Yeah, fan fiction is generally not legal. However, there are some cases where fair use covers it. Most cases of fan fiction are allowed because the author allows it. But no, generally, fan fiction is illegal. This is well known in the fan fiction community. Obviously, if you don't distribute it, that's fine. But we aren't talking about non-distribution cases here.
> "People should not be allowed to get formal art training that involves going to museums and painting copies of famous paintings."
Same with fan fiction. If you replicate a copyrighted piece of art, if you distribute it, that's illegal. If you simply do it for practice, that's fine. But no, if you go around replicating a painting and distribute it, that's illegal.
Of course, technically speaking, none of this is what gen AI models are doing.

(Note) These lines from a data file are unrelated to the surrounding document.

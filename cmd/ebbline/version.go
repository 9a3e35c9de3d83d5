package main

import (
	_ "embed"
	"fmt"
	"runtime"
	"runtime/debug"

	"ebbline/pva"

	"github.com/spf13/cobra"
)

// notices are the licences of everything that is built into the program, as
// .ci/notices gathers them.
//
//go:embed notices.txt
var notices string

func newVersion(a *app) *cobra.Command {
	var licences bool
	cmd := &cobra.Command{
		Use:   "version",
		Short: "Print the version, what it was built from, and the licences",
		Long: `Prints the version, with the Go version and the platform it was built for, and
the revision it was built from where that is known. The same version, case and
seed give the same counts on every platform.

With --licences it prints the licence of ebbline, and those of the modules and
fonts that are built into it, with their versions.`,
		Example: "  ebbline version\n  ebbline version --licences",
		Args:    cobra.NoArgs,
		RunE: func(*cobra.Command, []string) error {
			if licences {
				a.say(false, notices)
				return nil
			}
			info, _ := debug.ReadBuildInfo()
			a.say(false, versionLine()+builtFrom(info))
			return nil
		},
	}
	cmd.Flags().BoolVar(&licences, "licences", false, "print the licences of everything that is built in")
	return cmd
}

func versionLine() string {
	return fmt.Sprintf("ebbline %s (%s, %s/%s)\n", pva.Version, runtime.Version(), runtime.GOOS, runtime.GOARCH)
}

// builtFrom says which source a program was built from, as far as the build
// recorded it. It has no clock: the time is that of the revision.
func builtFrom(info *debug.BuildInfo) string {
	if info == nil {
		return "module    ebbline\nrevision  not recorded\n"
	}
	set := map[string]string{}
	for _, s := range info.Settings {
		set[s.Key] = s.Value
	}
	module := "module    " + info.Main.Path
	if v := info.Main.Version; v != "" && v != "(devel)" {
		module += " " + v
	}
	module += "\n"
	revision := set["vcs.revision"]
	if revision == "" {
		return module + "revision  not recorded\n"
	}
	if t := set["vcs.time"]; t != "" {
		revision += " of " + t
	}
	if set["vcs.modified"] == "true" {
		revision += ", with changes"
	}
	return module + "revision  " + revision + "\n"
}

> We just will not get to a sensible societal place if the dialogue around these issues has such a low bar for understanding the mechanics
I agree. Personifying gen AI is useless. We should stick to the technical aspects of what it's doing, rather than trying to pretend it's doing human things when it's 100% not doing that in any capacity. I mean, that's fine for the the layman, but anyone with any ounce of technical skill knows that's not true.